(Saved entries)
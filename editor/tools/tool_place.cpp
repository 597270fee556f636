// Place tool (two-lead parts by their ends, multi-pin parts as a unit), link, cut and wire tools.
//
// Sections: helpers | place | link | cut | wire | switching tools.
#include <algorithm>

#include "editor/canvas/offboard_layout.hpp"
#include "editor/canvas/palette.hpp"
#include "editor/tools/part_factory.hpp"
#include "editor/tools/ref_names.hpp"
#include "editor/tools/tools.hpp"
#include "netcheck/edit/edit.hpp"
#include "netcheck/model/part_kinds.hpp"

namespace stripsmith {

using netcheck::Hole;
using netcheck::edit::ElementRef;

namespace {

// ---- helpers ---------------------------------------------------------------------------------

void ghostLine(const CanvasFrame& f, ImVec2 a, ImVec2 b) {
    f.draw->AddLine(a, b, palette::kGhost, std::max(3.0f, f.t.len(0.25f)));
    f.draw->AddCircleFilled(a, f.t.len(0.25f), palette::kGhost, 12);
    f.draw->AddCircleFilled(b, f.t.len(0.25f), palette::kGhost, 12);
}

void ghostPart(const CanvasFrame& f, const netcheck::Part& part, bool fits) {
    const ImU32 colour = fits ? palette::kGhost : palette::rgba(240, 60, 60, 150);
    for (std::size_t i = 0; i < part.pins.size(); ++i) {
        const ImVec2 p = f.hole(part.pins[i].hole);
        f.draw->AddCircleFilled(p, f.t.len(0.3f), colour, 12);
        if (i > 0 && part.pins.size() == 2) f.draw->AddLine(f.hole(part.pins[0].hole), p, colour, f.t.len(0.3f));
    }
    if (part.pins.size() > 2) {
        // Pin 1 ringed so the orientation is clear before the click.
        f.draw->AddCircle(f.hole(part.pins[0].hole), f.t.len(0.45f), colour, 16, 2.0f);
    }
}

void selectOnly(const ToolContext& c, ElementRef::Kind kind, std::size_t index) { c.selection = {ElementRef{kind, index}}; }

void addPart(const ToolContext& c, netcheck::Part part) {
    const auto& board = c.doc.board();
    if (!fitsOnBoard(part, board)) {
        c.commands.say("That part would not fit on the board there.");
        return;
    }
    if (c.tool.standing && part.pins.size() == 2) part.extra["body"] = "standing";
    if (c.commands.perform(std::make_unique<netcheck::edit::AddPart>(part)))
        selectOnly(c, ElementRef::Kind::Part, c.doc.board().parts.size() - 1);
}

netcheck::Part twoLead(const ToolContext& c, Hole a, Hole b) {
    const auto& board = c.doc.board();
    return makeTwoLeadPart(c.tool.placeKind, nextFreeRef(board, refPrefix(c.tool.placeKind)),
                           c.tool.placeValue, a, b);
}

netcheck::Part multiPin(const ToolContext& c, Hole anchor) {
    const auto& board = c.doc.board();
    const bool counted = c.tool.placeKind == "ic" || c.tool.placeKind == "header" ||
                         c.tool.placeKind == "wire-terminal";
    const int pins = counted ? c.tool.pinCount : defaultPinCount(c.tool.placeKind);
    return makeMultiPinPart(c.tool.placeKind, nextFreeRef(board, refPrefix(c.tool.placeKind)),
                            c.tool.placeValue, anchor, c.tool.quarterTurns, pins);
}

}  // namespace

// ---- place -------------------------------------------------------------------------------------

void runPlaceTool(const ToolContext& c, const CanvasInput& in, const CanvasFrame& f) {
    auto& t = c.tool;
    if (!isTwoLead(t.placeKind)) {
        if (!in.hole) return;
        const netcheck::Part part = multiPin(c, *in.hole);
        ghostPart(f, part, fitsOnBoard(part, c.doc.board()));
        if (in.pressed && in.hovered) addPart(c, part);
        return;
    }
    // Two-lead: click one end then the other, or drag from one end to the other. A click-click on
    // the same hole places the default span.
    if (in.pressed && in.hovered && in.hole) {
        if (!t.firstEnd) {
            t.firstEnd = *in.hole;
            t.pressHole = *in.hole;
        } else {
            const Hole second = *in.hole == *t.firstEnd ? defaultSecondHole(t.placeKind, *t.firstEnd, t.standing) : *in.hole;
            addPart(c, twoLead(c, *t.firstEnd, second));
            t.firstEnd.reset();
        }
    } else if (in.released && t.firstEnd && t.pressHole && in.hole && *in.hole != *t.pressHole) {
        addPart(c, twoLead(c, *t.firstEnd, *in.hole));
        t.firstEnd.reset();
    }
    if (in.released) t.pressHole.reset();
    if (t.firstEnd && in.hole) {
        const Hole second = *in.hole == *t.firstEnd ? defaultSecondHole(t.placeKind, *t.firstEnd, t.standing) : *in.hole;
        ghostPart(f, twoLead(c, *t.firstEnd, second), c.doc.board().contains(second));
    } else if (in.hole) {
        const Hole second = defaultSecondHole(t.placeKind, *in.hole, t.standing);
        ghostPart(f, twoLead(c, *in.hole, second), c.doc.board().contains(second));
    }
}

// ---- link --------------------------------------------------------------------------------------

void runLinkTool(const ToolContext& c, const CanvasInput& in, const CanvasFrame& f) {
    auto& t = c.tool;
    auto place = [&](Hole a, Hole b) {
        if (a == b) return;
        netcheck::Link link;
        link.from = a;
        link.to = b;
        if (c.commands.perform(std::make_unique<netcheck::edit::AddLink>(link)))
            selectOnly(c, ElementRef::Kind::Link, c.doc.board().links.size() - 1);
        t.firstEnd.reset();
    };
    if (in.pressed && in.hovered && in.hole) {
        if (!t.firstEnd) {
            t.firstEnd = *in.hole;
            t.pressHole = *in.hole;
        } else {
            place(*t.firstEnd, *in.hole);
        }
    } else if (in.released && t.firstEnd && t.pressHole && in.hole && *in.hole != *t.pressHole) {
        place(*t.firstEnd, *in.hole);
    }
    if (in.released) t.pressHole.reset();
    if (t.firstEnd && in.hole) ghostLine(f, f.hole(*t.firstEnd), f.hole(*in.hole));
    else if (in.hole) f.draw->AddCircle(f.hole(*in.hole), f.t.len(0.35f), palette::kGhost, 14, 2.0f);
}

// ---- cut ---------------------------------------------------------------------------------------

void runCutTool(const ToolContext& c, const CanvasInput& in, const CanvasFrame& f) {
    const auto& board = c.doc.board();
    const auto cut = cutAt(in.board, board.rows, board.cols);
    if (!cut) return;
    if (cut->kind == netcheck::Cut::Kind::Hole) {
        f.draw->AddCircle(f.hole(cut->hole), f.t.len(0.44f), palette::kGhost, 18, 3.0f);
    } else {
        const float x = static_cast<float>(cut->hole.col) + 1.0f, y = static_cast<float>(cut->hole.row) + 0.5f;
        f.draw->AddLine(f.at({x, y - 0.5f}), f.at({x, y + 0.5f}), palette::kGhost, 4.0f);
    }
    if (in.pressed && in.hovered) c.commands.perform(netcheck::edit::toggleCut(board, *cut));
}

// ---- wire --------------------------------------------------------------------------------------

void runWireTool(const ToolContext& c, const CanvasInput& in, const CanvasFrame& f) {
    auto& t = c.tool;
    const auto& board = c.doc.board();
    std::optional<netcheck::Endpoint> here;
    if (in.lug) here = netcheck::Endpoint::atLug(*in.lug);
    else if (in.hole && board.contains(*in.hole)) here = netcheck::Endpoint::atHole(*in.hole);
    if (here) {
        if (auto p = endpointPosition(board, f.spots, *here))
            f.draw->AddCircle(f.at(*p), f.t.len(0.4f), palette::kGhost, 16, 2.5f);
    }
    if (t.wireStart) {
        const auto a = endpointPosition(board, f.spots, *t.wireStart);
        if (a) f.draw->AddLine(f.at(*a), f.at(here ? *endpointPosition(board, f.spots, *here) : in.board),
                               palette::wireColour(t.wireColour.c_str()), std::max(3.0f, f.t.len(0.18f)));
    }
    if (!(in.pressed && in.hovered && here)) return;
    if (!t.wireStart) {
        t.wireStart = here;
        return;
    }
    if (*t.wireStart == *here) return;
    netcheck::Wire wire;
    wire.from = *t.wireStart;
    wire.to = *here;
    wire.color = t.wireColour;
    if (c.commands.perform(std::make_unique<netcheck::edit::AddWire>(wire)))
        selectOnly(c, ElementRef::Kind::Wire, c.doc.board().wires.size() - 1);
    t.wireStart.reset();
}

// ---- switching tools ----------------------------------------------------------------------------

void selectTool(ToolState& state, Tool tool) {
    state.cancel();
    state.tool = tool;
}

void startPlacing(ToolState& state, const std::string& kind) {
    selectTool(state, Tool::Place);
    state.placeKind = kind;
    state.placeValue = defaultValue(kind);
    state.quarterTurns = 0;
    state.pinCount = defaultPinCount(kind);
}

void runActiveTool(const ToolContext& c, const CanvasInput& in, const CanvasFrame& f) {
    switch (c.tool.tool) {
    case Tool::Select: runSelectTool(c, in, f); break;
    case Tool::Place: runPlaceTool(c, in, f); break;
    case Tool::Link: runLinkTool(c, in, f); break;
    case Tool::Cut: runCutTool(c, in, f); break;
    case Tool::Wire: runWireTool(c, in, f); break;
    }
}

namespace {

// The first slot from the top of the column right of the board that no off-board part covers: a
// new part stands beside the board, in sight, not below the parts dragged away from the column.
ImVec2 freeSlotBesideBoard(const netcheck::Board& board, std::size_t lugs) {
    constexpr float kGap = 3.0f, kStep = 4.2f, kLugPitch = 1.5f, kHeight = 3.2f;
    const std::vector<OffboardSpot> spots = layoutOffboard(board);
    const float x = static_cast<float>(board.cols) + kGap;
    const float width = std::max(4.0f, 1.0f + static_cast<float>(std::max<std::size_t>(lugs, 1)) * kLugPitch);
    for (float y = 0.5f;; y += kStep) {
        const bool taken = std::any_of(spots.begin(), spots.end(), [&](const OffboardSpot& s) {
            return s.min.x < x + width && s.max.x + 0.1f > x && s.min.y < y + kHeight && s.max.y + 1.4f > y;
        });
        if (!taken) return {x, y};
    }
}

}  // namespace

std::optional<ImVec2> addOffboardPart(const ToolContext& c, const std::string& kind) {
    const netcheck::PartKind* k = netcheck::findPartKind(kind);
    netcheck::OffboardPart part;
    part.kind = kind;
    part.ref = nextFreeRef(c.doc.board(), refPrefix(kind));
    part.value = defaultValue(kind);
    if (k && !k->pins.empty()) {
        for (std::string_view n : k->pins) part.pins.emplace_back(n);
    } else {
        // Switches: a common on-on toggle has three lugs.
        part.pins = {"1", "2", "3"};
    }
    const ImVec2 corner = freeSlotBesideBoard(c.doc.board(), part.pins.size());
    part = placedAt(std::move(part), corner);
    if (!c.commands.perform(std::make_unique<netcheck::edit::AddOffboard>(part))) return std::nullopt;
    selectOnly(c, ElementRef::Kind::Offboard, c.doc.board().offboard.size() - 1);
    return ImVec2{corner.x + 2.0f, corner.y + 1.0f};
}

}  // namespace stripsmith
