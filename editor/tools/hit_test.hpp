// Which board element lies under a point (board units), for selecting and for tools.
#pragma once

#include <optional>
#include <vector>

#include <imgui.h>

#include "editor/canvas/offboard_layout.hpp"
#include "netcheck/edit/selection_commands.hpp"

namespace stripsmith {

/// The topmost element at a board point: parts, then links, wires, off-board parts, cuts.
std::optional<netcheck::edit::ElementRef> elementAt(const netcheck::Board& board,
                                                    const std::vector<OffboardSpot>& spots,
                                                    ImVec2 point);

/// A part's pin under the point: (part index, pin index).
std::optional<std::pair<std::size_t, std::size_t>> pinAt(const netcheck::Board& board, ImVec2 point);

/// Holes an element occupies (empty for off-board parts).
std::vector<netcheck::Hole> holesOf(const netcheck::Board& board, const netcheck::edit::ElementRef& ref);

/// Every element whose holes all lie inside the rectangle (board units), off-board parts whose
/// box does.
std::vector<netcheck::edit::ElementRef> elementsInBox(const netcheck::Board& board,
                                                      const std::vector<OffboardSpot>& spots,
                                                      ImVec2 a, ImVec2 b);

/// Distance from a point to a segment.
float distanceToSegment(ImVec2 p, ImVec2 a, ImVec2 b);

}  // namespace stripsmith
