#include "editor/tools/part_factory.hpp"

#include <algorithm>

#include "netcheck/model/part_kinds.hpp"

namespace stripsmith {

using netcheck::Hole;
using netcheck::Part;

bool isTwoLead(std::string_view kind) {
    const netcheck::PartKind* k = netcheck::findPartKind(kind);
    return k && k->pins.size() == 2 && !k->offboard;
}

int defaultPinCount(std::string_view kind) {
    if (kind == "ic") return 8;
    if (kind == "header" || kind == "wire-terminal") return 4;
    const netcheck::PartKind* k = netcheck::findPartKind(kind);
    if (k && !k->pins.empty()) return static_cast<int>(k->pins.size());
    return 3;
}

std::vector<std::string> pinNamesFor(std::string_view kind, int count) {
    std::vector<std::string> names;
    const netcheck::PartKind* k = netcheck::findPartKind(kind);
    if (k && static_cast<int>(k->pins.size()) == count) {
        for (std::string_view n : k->pins) names.emplace_back(n);
        return names;
    }
    for (int i = 1; i <= count; ++i) names.push_back(std::to_string(i));
    return names;
}

Part makeTwoLeadPart(std::string_view kind, std::string ref, std::string value, Hole first, Hole second) {
    Part part;
    part.ref = std::move(ref);
    part.kind = std::string(kind);
    part.value = std::move(value);
    const auto names = pinNamesFor(kind, 2);
    part.pins = {{names[0], first}, {names[1], second}};
    return part;
}

namespace {

Hole turn(Hole offset, int quarterTurns) {
    // Clockwise on screen (rows down, columns right): (row, col) -> (col, -row).
    for (int i = 0; i < ((quarterTurns % 4) + 4) % 4; ++i) offset = {offset.col, -offset.row};
    return offset;
}

std::vector<Hole> footprint(std::string_view kind, int pinCount) {
    std::vector<Hole> offsets;
    if (kind == "ic") {
        const int half = std::max(1, pinCount / 2);
        for (int i = 0; i < half; ++i) offsets.push_back({i, 0});
        for (int i = half - 1; i >= 0; --i) offsets.push_back({i, 3});
        return offsets;
    }
    for (int i = 0; i < pinCount; ++i) offsets.push_back({i, 0});
    return offsets;
}

}  // namespace

Part makeMultiPinPart(std::string_view kind, std::string ref, std::string value, Hole anchor,
                      int quarterTurns, int pinCount) {
    Part part;
    part.ref = std::move(ref);
    part.kind = std::string(kind);
    part.value = std::move(value);
    const auto offsets = footprint(kind, pinCount);
    const auto names = pinNamesFor(kind, static_cast<int>(offsets.size()));
    for (std::size_t i = 0; i < offsets.size(); ++i) {
        const Hole o = turn(offsets[i], quarterTurns);
        part.pins.push_back({names[i], {anchor.row + o.row, anchor.col + o.col}});
    }
    if (!pinoutChoices(kind).empty()) {
        std::string label;
        for (const auto& n : names) label += (label.empty() ? "" : "-") + n;
        part.extra["pinout"] = label;
    }
    return part;
}

Hole defaultSecondHole(std::string_view kind, Hole first, bool standing) {
    const netcheck::PartKind* k = netcheck::findPartKind(kind);
    const int span = standing ? 1 : std::max(1, k ? k->span : 3);
    return {first.row, first.col + span};
}

Part rotatePart(const Part& part) {
    Part out = part;
    if (part.pins.empty()) return out;
    const Hole pivot = part.pins.front().hole;
    for (auto& pin : out.pins) {
        const Hole o = turn({pin.hole.row - pivot.row, pin.hole.col - pivot.col}, 1);
        pin.hole = {pivot.row + o.row, pivot.col + o.col};
    }
    return out;
}

Part movePart(const Part& part, int rows, int cols) {
    Part out = part;
    for (auto& pin : out.pins) pin.hole = {pin.hole.row + rows, pin.hole.col + cols};
    return out;
}

bool fitsOnBoard(const Part& part, const netcheck::Board& board) {
    return std::all_of(part.pins.begin(), part.pins.end(), [&](const netcheck::Pin& p) { return board.contains(p.hole); });
}

std::vector<std::string> pinoutChoices(std::string_view kind) {
    if (kind == "bjt") return {"E-B-C", "C-B-E", "B-C-E", "E-C-B", "B-E-C", "C-E-B"};
    if (kind == "jfet" || kind == "mosfet") return {"D-S-G", "G-S-D", "S-G-D", "D-G-S", "G-D-S", "S-D-G"};
    if (kind == "regulator") return {"IN-GND-OUT", "OUT-GND-IN", "GND-OUT-IN", "ADJ-OUT-IN"};
    return {};
}

std::optional<Part> applyPinout(const Part& part, std::string_view pinout) {
    std::vector<std::string> names;
    std::size_t start = 0;
    while (start <= pinout.size()) {
        const std::size_t dash = pinout.find('-', start);
        const std::size_t end = dash == std::string_view::npos ? pinout.size() : dash;
        if (end == start) return std::nullopt;
        names.emplace_back(pinout.substr(start, end - start));
        if (dash == std::string_view::npos) break;
        start = dash + 1;
    }
    if (names.size() != part.pins.size()) return std::nullopt;
    Part out = part;
    for (std::size_t i = 0; i < names.size(); ++i) out.pins[i].name = names[i];
    out.extra["pinout"] = std::string(pinout);
    return out;
}

}  // namespace stripsmith
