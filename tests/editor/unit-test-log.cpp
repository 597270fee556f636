// The end-to-end test log: off unless asked for; state events only when the state changes.
#include <doctest/doctest.h>

#include "editor/app/test_log.hpp"

using namespace stripsmith;

TEST_CASE("the test log reports a state only when it changes") {
    TestLog log(true);
    CHECK(log.changed("dialogs", "chooser"));
    CHECK_FALSE(log.changed("dialogs", "chooser"));
    CHECK(log.changed("dialogs", "-"));
    CHECK(log.changed("view", "chooser"));  // each topic remembers its own last value
    CHECK(log.changed("dialogs", "chooser"));
}

TEST_CASE("the test log is off by default") {
    TestLog log;
    CHECK_FALSE(log.on());
    CHECK_FALSE(log.changed("dialogs", "chooser"));
}
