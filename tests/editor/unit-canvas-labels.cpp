// Labels on the canvas never cover a pin, a hole in use, a cut mark or another label, on every
// sample, at several zooms, on both sides, with each part hovered in turn (its pin names shown).
// The rectangles are rebuilt here from what the canvas prints (each label's text measured again
// with ImGui's font, centred where it was put) and from the board with the sizes the canvas
// draws things at, not from the placer's own lists.
#include <doctest/doctest.h>

#include <imgui.h>

#include <optional>
#include <string>
#include <vector>

#include "../test_support.hpp"
#include "editor/canvas/canvas_labels.hpp"
#include "netcheck/file/board_file.hpp"

using namespace stripsmith;
using labels::Box;

namespace {

struct ImGuiFonts {
    ImGuiFonts() {
        ImGui::CreateContext();
        unsigned char* pixels = nullptr;
        int w = 0, h = 0;
        ImGui::GetIO().Fonts->GetTexDataAsRGBA32(&pixels, &w, &h);
    }
    ~ImGuiFonts() { ImGui::DestroyContext(); }
    static ImVec2 measure(const std::string& text, float size) {
        return ImGui::GetIO().Fonts->Fonts[0]->CalcTextSizeA(size, FLT_MAX, 0.0f, text.c_str());
    }
};

// What the canvas draws, in pitches (layer_parts.cpp, layer_cuts_links.cpp, layer_offboard.cpp):
constexpr double kPinHalf = 0.2;         // a lead end (0.17 radius) or a chip's pin (0.2 square)
constexpr double kUsedHoleHalf = 0.2;    // a link's or a wire's end dot
constexpr double kCutRingHalf = 0.485;   // a hole cut's ring: 0.44 radius and half its line
constexpr double kCutBarHalfWidth = 0.05, kCutBarHalfHeight = 0.46;

Box square(netcheck::Hole h, double half) {
    return {h.col + 0.5 - half, h.row + 0.5 - half, h.col + 0.5 + half, h.row + 0.5 + half};
}

struct Overlaps {
    int labels = 0, pins = 0, usedHoles = 0, cuts = 0;
    int total() const { return labels + pins + usedHoles + cuts; }
};

int hits(const std::vector<Box>& a, const std::vector<Box>& b) {
    int n = 0;
    for (const Box& x : a)
        for (const Box& y : b) n += x.overlaps(y);
    return n;
}

Overlaps countOverlaps(const netcheck::Board& board, const std::vector<CanvasLabel>& placed,
                       float holePx) {
    std::vector<Box> boxes;
    for (const CanvasLabel& label : placed) {
        const ImVec2 px = ImGuiFonts::measure(label.text, label.sizePx);
        const Box& at = label.placement.box;
        boxes.push_back(labels::boxAround(at.centreX(), at.centreY(),
                                          (px.x + 2 * kLabelPadPx) / holePx, px.y / holePx));
    }
    std::vector<Box> pins, used, cuts;
    for (const auto& part : board.parts)
        for (const auto& pin : part.pins) pins.push_back(square(pin.hole, kPinHalf));
    for (const auto& link : board.links) {
        used.push_back(square(link.from, kUsedHoleHalf));
        used.push_back(square(link.to, kUsedHoleHalf));
    }
    for (const auto& wire : board.wires)
        for (const auto* end : {&wire.from, &wire.to})
            if (end->isHole()) used.push_back(square(*end->hole, kUsedHoleHalf));
    for (const auto& cut : board.cuts) {
        if (cut.kind == netcheck::Cut::Kind::Hole) {
            cuts.push_back(square(cut.hole, kCutRingHalf));
        } else {
            const double x = cut.hole.col + 1.0, y = cut.hole.row + 0.5;
            cuts.push_back({x - kCutBarHalfWidth, y - kCutBarHalfHeight, x + kCutBarHalfWidth,
                            y + kCutBarHalfHeight});
        }
    }
    Overlaps o;
    for (std::size_t i = 0; i < boxes.size(); ++i)
        for (std::size_t j = i + 1; j < boxes.size(); ++j) o.labels += boxes[i].overlaps(boxes[j]);
    o.pins = hits(boxes, pins);
    o.usedHoles = hits(boxes, used);
    o.cuts = hits(boxes, cuts);
    return o;
}

}  // namespace

TEST_CASE("canvas labels: no overlaps on any sample") {
    ImGuiFonts fonts;
    const auto files = test_support::sourceFiles("samples", ".board.json");
    REQUIRE(files.size() >= 10);
    int total = 0, labelsSeen = 0;
    for (const std::string& file : files) {
        const netcheck::Board board = test_support::readSample(file);
        Overlaps sum;
        for (float holePx : {16.0f, 24.0f, 40.0f, 64.0f}) {
            for (bool mirrored : {false, true}) {
                std::vector<std::optional<std::size_t>> hovers{std::nullopt};
                for (std::size_t i = 0; i < board.parts.size(); ++i) hovers.push_back(i);
                for (const auto& hovered : hovers) {
                    CanvasLabelView view;
                    view.holePx = holePx;
                    view.mirrored = mirrored;
                    view.bodies = !mirrored;
                    view.hoveredPart = hovered;
                    const auto placed = canvasLabels(board, view, &ImGuiFonts::measure);
                    const Overlaps o = countOverlaps(board, placed, holePx);
                    sum.labels += o.labels, sum.pins += o.pins;
                    sum.usedHoles += o.usedHoles, sum.cuts += o.cuts;
                    labelsSeen += static_cast<int>(placed.size());
                }
            }
        }
        MESSAGE(file << ": label-label " << sum.labels << ", label-pin " << sum.pins
                     << ", label-used hole " << sum.usedHoles << ", label-cut " << sum.cuts);
        CHECK(sum.total() == 0);
        total += sum.total();
    }
    MESSAGE("overlaps on all samples: " << total << " among " << labelsSeen << " labels");
    CHECK(labelsSeen > 1000);
}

**Problem:** Of the entries listed above, reproduce only the lines starting at the line containing "CanvasLabelView view;" and ending at the line containing "view.hoveredPart = hovered;". Include both, exactly as they stand.

**Answer to the exercise:**
                    CanvasLabelView view;
                    view.holePx = holePx;
                    view.mirrored = mirrored;
                    view.bodies = !mirrored;
                    view.hoveredPart = hovered;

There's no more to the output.